* **What is expected**
Copy each line containing "heaters" from the listing below.

* **Provided data**
*** Block opens ***

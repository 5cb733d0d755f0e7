"""The consumers of the demonstration service vessel.

Columns: name | kW | demand at sea, manoeuvring, station keeping, cargo, harbour, on shore supply, in an
emergency | cable m | words | description.
"""

from __future__ import annotations

THRUSTERS_AND_DECK = """
[MSB-P | Thrusters | converter]
Bow thruster | 320 | - 1/42 1/60 - - - - | 40 | 12-pulse port | 330 kW drive behind a 12-pulse rectifier
[MSB-S | Thrusters | converter]
Stern thruster | 240 | - 1/40 1/50 - - - - | 45 | active starboard | Drive with active front end
[MSB-S | Deck | converter]
Towing winch | 110 | 1/15i 1/30i 1/20i - - - - | 52 | dc-link starboard fused regenerates stage=1 | Frequency-controlled, brakes into the board through a regenerative rectifier
[DECK | Deck | motor]
Deck crane pump 1 | 55 | - - 1/40i 1/70i 1/40i - - | 30 | star-delta starboard constant ist=6.8 stage=1
Deck crane pump 2 | 55 | - - - 1/70i - - - | 34 | star-delta starboard constant ist=6.8 stage=1
Tugger winch | 2x22 | - - 1/50i 2/60i 1/50i - - | 28 | constant tl=2.0
Capstan | 2x18.5 | - 2/50i - - - - - | 36 | constant tl=2.2 stage=1
Anchor windlass | 45 | - 1/50i - - - - - | 44 | starboard constant tl=2.2
Deck machinery cooling pump | 5.5 | - 1/80 1/80 1/80 - - - | 26
[DECK | Safety | motor]
Rescue-boat davit | 15 | - - 1/60o - - - - | 38 | safety tl=2.0
[DECK | Cargo | motor]
Hose reel | 2x7.5 | - - - 2/40i - - - | 30 | constant
"""  # noqa: E501

CARGO = """
[CARGO | Cargo | motor]
Mud pump 1 | 110 | - - - 1/100 - - - | 16 | absorbed=104 drop_out=65 star-delta port eff=0.952 pf=0.87 ist=6.7 stage=2 inertia=1.4 start_s=5
Mud pump 2 | 110 | - - - 1/100 - - - | 18 | absorbed=104 drop_out=65 star-delta port eff=0.952 pf=0.87 ist=6.7 stage=2 inertia=1.4 start_s=5
Fuel cargo pump 1 | 75 | - - - 1/92 - - - | 20 | star-delta port eff=0.946 pf=0.87 ist=6.7 stage=2 inertia=1.4 start_s=5
Fuel cargo pump 2 | 75 | - - - 1/92 - - - | 22 | star-delta port eff=0.946 pf=0.87 ist=6.7 stage=2 inertia=1.4 start_s=5
Brine pump | 75 | - - - 1/90i - - - | 22 | star-delta port eff=0.946 pf=0.87 ist=6.7 stage=2 inertia=1.4 start_s=5
Fresh-water cargo pump | 37 | - - - 1/85 - - - | 24 | star-delta port ist=6.7 stage=2 inertia=1.4 start_s=5
Tank cleaning pump | 30 | 1/85i - - - - - - | 24 | star-delta stage=1
Cargo hydraulic pump | 18.5 | - - - 1/70i - - - | 18 | constant
Stripping pump | 2x7.5 | - - - 1/80i - - - | 22 | constant
Mud tank agitator | 4x5.5 | - - 4/60 4/70 - - - | 32 | constant stage=2
[MSB-P | Cargo | motor | port]
Bulk air compressor 1 | 132 | - - - 1/92 - - - | 30 | soft-starter eff=0.954 pf=0.88 ist=6.5 rpm=1785 inertia=2.6 stage=2
Ballast pump 1 | 45 | 1/80i - 1/80i 1/85 1/80i - - | 26 | star-delta
[MSB-S | Cargo | motor | starboard]
Bulk air compressor 2 | 132 | - - - 1/92o - - - | 34 | soft-starter eff=0.954 pf=0.88 ist=6.5 rpm=1785 inertia=2.6 stage=2
Ballast pump 2 | 45 | - - 1/80i 1/85i - - - | 28 | star-delta
[CARGO | Cargo | general]
Bulk air dryer | 2x6 | - - - 2/80 - - - | 24 | pf=0.88 stage=2
"""  # noqa: E501

ENGINE_ROOM = """
[ER-P | Engine auxiliaries | motor]
Main sea-water pump 1 | 22 | 1/85 1/85 1/85 1/60 - - - | 14 | propulsion port ist=6.8
Low-temperature water pump 1 | 15 | 1/85 1/85 1/85 1/85 - - - | 14 | propulsion port
High-temperature water pump 1 | 7.5 | 1/85 1/85 1/85 - - - - | 14 | propulsion port
Propulsion lubricating pump 1 | 11 | 1/80 1/80 1/80 - - - - | 16 | propulsion port constant
Gearbox pump 1 | 5.5 | 1/70 1/70 1/70 - - - - | 18 | propulsion port constant
Pitch hydraulic pump 1 | 7.5 | 1/60 1/75 1/75 - - - - | 20 | propulsion port constant
Fuel separator 1 | 5.5 | 1/80 - - - 1/80i - - | 16 | port constant start_s=9
Lubricating-oil separator 1 | 4 | 1/75 1/75 1/75 - - - - | 16 | port constant start_s=8
Start-air compressor 1 | 11 | 1/90i 1/90i 1/90i - - - - | 18 | port constant tl=2.2
Fuel transfer pump | 2x5.5 | 1/85i 1/85i - - 1/85i - - | 20 | constant
[ER-P | Ventilation | motor]
Engine-room fan port | 15 | 1/85 1/85 1/85 1/85 1/60 1/50 - | 26 | propulsion port ist=6.5 start_s=7 inertia=0.9
[ER-P | Heating | heating]
Engine preheater 1 | 18 | - - - 1/60i 1/70 1/60 - | 18 | port pf=1.0 stage=1
[ER-S | Engine auxiliaries | motor]
Main sea-water pump 2 | 22 | 1/85 1/85 1/85 1/60 - - - | 14 | propulsion starboard ist=6.8
Low-temperature water pump 2 | 15 | 1/85 1/85 1/85 1/85 - - - | 14 | propulsion starboard
High-temperature water pump 2 | 7.5 | 1/85 1/85 1/85 - - - - | 14 | propulsion starboard
Propulsion lubricating pump 2 | 11 | 1/80 1/80 1/80 - - - - | 16 | propulsion starboard constant
Gearbox pump 2 | 5.5 | 1/70 1/70 1/70 - - - - | 18 | propulsion starboard constant
Pitch hydraulic pump 2 | 7.5 | 1/60 1/75 1/75 - - - - | 20 | propulsion starboard constant
Fuel separator 2 | 5.5 | - 1/80 1/80 - - - - | 16 | starboard constant start_s=9
Lubricating-oil separator 2 | 4 | 1/75 1/75 1/75 - - - - | 16 | starboard constant start_s=8
Start-air compressor 2 | 11 | - 1/90i - - - - - | 18 | starboard constant tl=2.2
Working-air compressor | 22 | 1/80i - 1/80i 1/80i 1/80i - - | 22 | star-delta constant change_s=4 stage=2
[ER-S | Ventilation | motor]
Engine-room fan starboard | 15 | 1/85 1/85 1/85 1/85 1/60 1/50 - | 26 | propulsion starboard ist=6.5 start_s=7 inertia=0.9
[ER-S | Heating | heating]
Engine preheater 2 | 18 | - - - 1/60i 1/70 1/60 - | 18 | starboard pf=1.0 stage=1
[ER-P | Engine auxiliaries | general | pf=0.8]
Oily-water separator | 4 | 1/70i - - - - - - | 20
Workshop | 15 | 1/30i - - - 1/40i 1/40i - | 22 | stage=1
[ER-S | Domestic | general]
Fresh-water maker | 15 | 1/90 - 1/90 - - - - | 22 | pf=0.85 stage=1
[ER-S | Domestic | motor | habitability]
Sewage plant | 7.5 | 1/70i 1/70i 1/70i 1/70i 1/70i 1/60i - | 24
Fresh-water hydrophore pump | 2x4 | 1/80i 1/80i 1/80i 1/80i 1/80i 1/80i - | 20
[MSB-P | Safety | motor]
Fire pump 1 | 75 | 1/90o 1/90o 1/90o 1/90o 1/90o - - | 32 | star-delta safety port ist=6.8 eff=0.945 pf=0.87
[MSB-S | Safety | motor]
Fire pump 2 | 75 | 1/90o 1/90o 1/90o 1/90o 1/90o 1/90o - | 34 | star-delta safety starboard ist=6.8 eff=0.945 pf=0.87
[ER-S | Safety | motor]
Bilge pump | 11 | 1/80i 1/80i 1/80i 1/80i 1/80i 1/80i - | 18 | safety
[MSB-P | Steering | motor]
Steering gear 1 | 18.5 | 1/30 1/40 1/30 - - - - | 62 | steering constant eff=0.92 pf=0.84
"""  # noqa: E501

ACCOMMODATION = """
[HVAC | Ventilation | motor]
Air-conditioning compressor 1 | 45 | 1/85 1/85 1/85 1/85 1/70 1/70 - | 18 | star-delta habitability constant change_s=4 stage=2 eff=0.94 pf=0.86
Air-conditioning compressor 2 | 45 | - 1/40 1/50 1/40 - - - | 20 | star-delta habitability constant change_s=4 stage=2 eff=0.94 pf=0.86
Air-handling unit | 3x11 | 3/85 3/85 3/85 3/85 2/85 2/85 - | 22 | habitability start_s=6 inertia=0.7 stage=2
Cabin exhaust fan | 4x2.2 | 4/80 4/80 4/80 4/80 3/80 3/80 - | 24 | habitability stage=2
Cargo-hold fan | 4x5.5 | 2/80 2/80 2/80 4/85 - - - | 34 | stage=1
Chilled-water pump | 2x7.5 | 1/85 1/85 1/85 1/85 1/80 1/80 - | 18 | habitability
[HVAC | Heating | heating]
Electric reheater | 4x12 | 1/50 1/50 1/50 1/50 1/50 1/50 - | 22 | pf=1.0 stage=1
[GALLEY | Galley | heating | stage=1]
Galley range | 24 | 1/50 1/30 1/50 1/50 1/40i 1/40i - | 10 | habitability pf=1.0
Galley oven | 2x12 | 1/50 1/40i 1/50 1/50 1/40i 1/40i - | 10 | fused pf=1.0
Dishwasher | 9 | 1/50i 1/50i 1/50i 1/50i 1/50i 1/50i - | 10 | pf=0.98
[GALLEY | Galley | motor]
Galley hood fan | 2x1.5 | 2/80 2/80 2/80 2/80 1/80 1/80 - | 14 | stage=1
[GALLEY | Domestic | motor]
Provision refrigeration | 2x7.5 | 1/70 1/70 1/70 1/70 1/60 1/60 - | 14 | habitability constant
[GALLEY | Domestic | heating]
Laundry machine | 3x8 | 2/40i - 2/40i 2/40i 1/40i 1/40i - | 20 | fused pf=0.98 stage=1
[GALLEY | Heating | heating]
Calorifier | 2x15 | 1/60 1/50 1/60 1/60 1/60 1/60 - | 22 | habitability pf=1.0 stage=1
[ACC-1 | Lighting | lighting | habitability port]
Cabin lighting 1 | 9 | 1/75 1/75 1/75 1/75 1/65 1/65 - | 18 | pf=0.95
Alleyway lighting 1 | 4 | 1/95 1/95 1/95 1/95 1/95 1/95 - | 22 | single-phase
[ACC-1 | Domestic | general]
Cabin sockets 1 | 8 | 1/60 1/50 1/60 1/60 1/50 1/50 - | 18 | habitability port pf=0.9
[ACC-1 | Heating | heating]
Cabin heaters 1 | 12 | 1/70 1/60 1/70 1/70 1/60 1/60 - | 20 | port pf=1.0 stage=1
[ACC-1 | Galley | general]
Pantry 1 | 3.5 | 1/50i 1/50i 1/50i 1/50i 1/50i 1/50i - | 20 | port single-phase fused stage=2
[ACC-2 | Lighting | lighting | habitability starboard]
Cabin lighting 2 | 9 | 1/75 1/75 1/75 1/75 1/65 1/65 - | 18 | pf=0.95
Alleyway lighting 2 | 4 | 1/95 1/95 1/95 1/95 1/95 1/95 - | 22 | single-phase
[ACC-2 | Domestic | general]
Cabin sockets 2 | 8 | 1/60 1/50 1/60 1/60 1/50 1/50 - | 18 | habitability starboard pf=0.9
[ACC-2 | Heating | heating]
Cabin heaters 2 | 12 | 1/70 1/60 1/70 1/70 1/60 1/60 - | 20 | starboard pf=1.0 stage=1
[ACC-2 | Galley | general]
Pantry 2 | 3.5 | 1/50i 1/50i 1/50i 1/50i 1/50i 1/50i - | 20 | starboard single-phase fused stage=2
[ER-LT | Lighting | lighting]
Engine-room lighting | 12 | 1/95 1/95 1/95 1/95 1/80 1/80 - | 16 | safety
[ER-LT | Engine auxiliaries | general]
Engine-room sockets | 6 | 1/40i 1/40i 1/40i 1/40i 1/40i 1/40i - | 16 | stage=1
[LDB-S | Lighting | lighting]
Deck lighting | 8 | 1/25 1/80 1/80 1/90 1/70 1/70 - | 40
[LDB-P | Lighting | lighting]
Searchlights | 2x2 | - 2/50i 1/50i - - - - | 44 | single-phase
[LDB-P | Domestic | general]
Entertainment and computers | 7 | 1/60 1/60 1/60 1/60 1/50 1/50 - | 30 | single-phase pf=0.92
[LDB-S | Domestic | general]
Gymnasium and hospital | 4 | 1/40i - 1/40i 1/40i - - - | 26 | single-phase
"""  # noqa: E501

EMERGENCY = """
[ESB | Safety | motor | safety]
Emergency fire pump | 45 | 1/90o 1/90o 1/90o 1/90o 1/90o 1/90o 1/85 | 46 | star-delta ist=6.8 eff=0.938 pf=0.87 restart_s=20 amps=72 start_pf=0.3 tk=2.5
Emergency bilge pump | 11 | 1/80i 1/80i 1/80i 1/80i 1/80i 1/80i 1/80 | 36
Quick-closing and watertight doors | 5.5 | 1/60o 1/60o 1/60o 1/60o 1/60o 1/60o 1/60i | 40 | constant
Water-mist pump | 30 | - - - - - - 1/80o | 34 | star-delta ist=6.8 change_s=4
[ESB | Steering | motor]
Steering gear 2 | 18.5 | - 1/40 1/30 - - - 1/40 | 58 | steering constant eff=0.92 pf=0.84 restart_s=5
[ESB | Ventilation | motor]
Emergency-set fan | 3 | - - - - - - 1/80 | 10 | safety
[ESB | Engine auxiliaries | motor]
Emergency air compressor | 5.5 | - - - - - - 1/80i | 34 | constant tl=2.2 restart_s=60
[ESB | Navigation | converter]
Radio and DP battery charger | 2x8 | 2/60 2/60 2/70 2/60 1/60 1/60 2/70 | 28 | 6-pulse safety pf=0.9
[ESB | Engine auxiliaries | converter]
Machinery battery charger | 8 | 1/60 1/60 1/60 1/60 1/60 1/60 1/70 | 26 | 6-pulse safety pf=0.9
[ELDB | Lighting | lighting | safety]
Emergency lighting engine room | 5 | 1/95 1/95 1/95 1/95 1/95 1/95 1/95 | 24 | single-phase
Emergency lighting accommodation | 6 | 1/95 1/95 1/95 1/95 1/95 1/95 1/95 | 22
Muster and lifeboat lighting | 2.5 | 1/30 1/30 1/30 1/30 1/30 1/30 1/95 | 30 | single-phase
[ELDB | Safety | general | safety single-phase]
Fire detection and alarms | 2 | 1/70 1/70 1/70 1/70 1/70 1/70 1/90 | 20
Public address | 1.5 | 1/30 1/30 1/30 1/30 1/30 1/30 1/60 | 20
[NAV | Navigation | general | safety single-phase pf=0.92]
Bridge consoles | 4 | 1/70 1/80 1/80 1/40 1/30 1/30 1/60 | 8
Radar | 2x1.5 | 2/80 2/80 1/80 - - - 1/80 | 10
Positioning system | 2x1.5 | - 2/80 2/90 - - - - | 10
[NAV | Navigation | lighting]
Navigation lights | 0.8 | 1/90 1/90 1/90 1/30 1/30 1/30 1/90 | 14 | safety single-phase
[NAV | Heating | heating]
Bridge window heating | 3 | 1/50 1/50 1/50 - - - - | 12 | single-phase pf=1.0
"""  # noqa: E501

*** Block closes ***

* **Response box**
Cabin heaters 1 | 12 | 1/70 1/60 1/70 1/70 1/60 1/60 - | 20 | port pf=1.0 stage=1
Cabin heaters 2 | 12 | 1/70 1/60 1/70 1/70 1/60 1/60 - | 20 | starboard pf=1.0 stage=1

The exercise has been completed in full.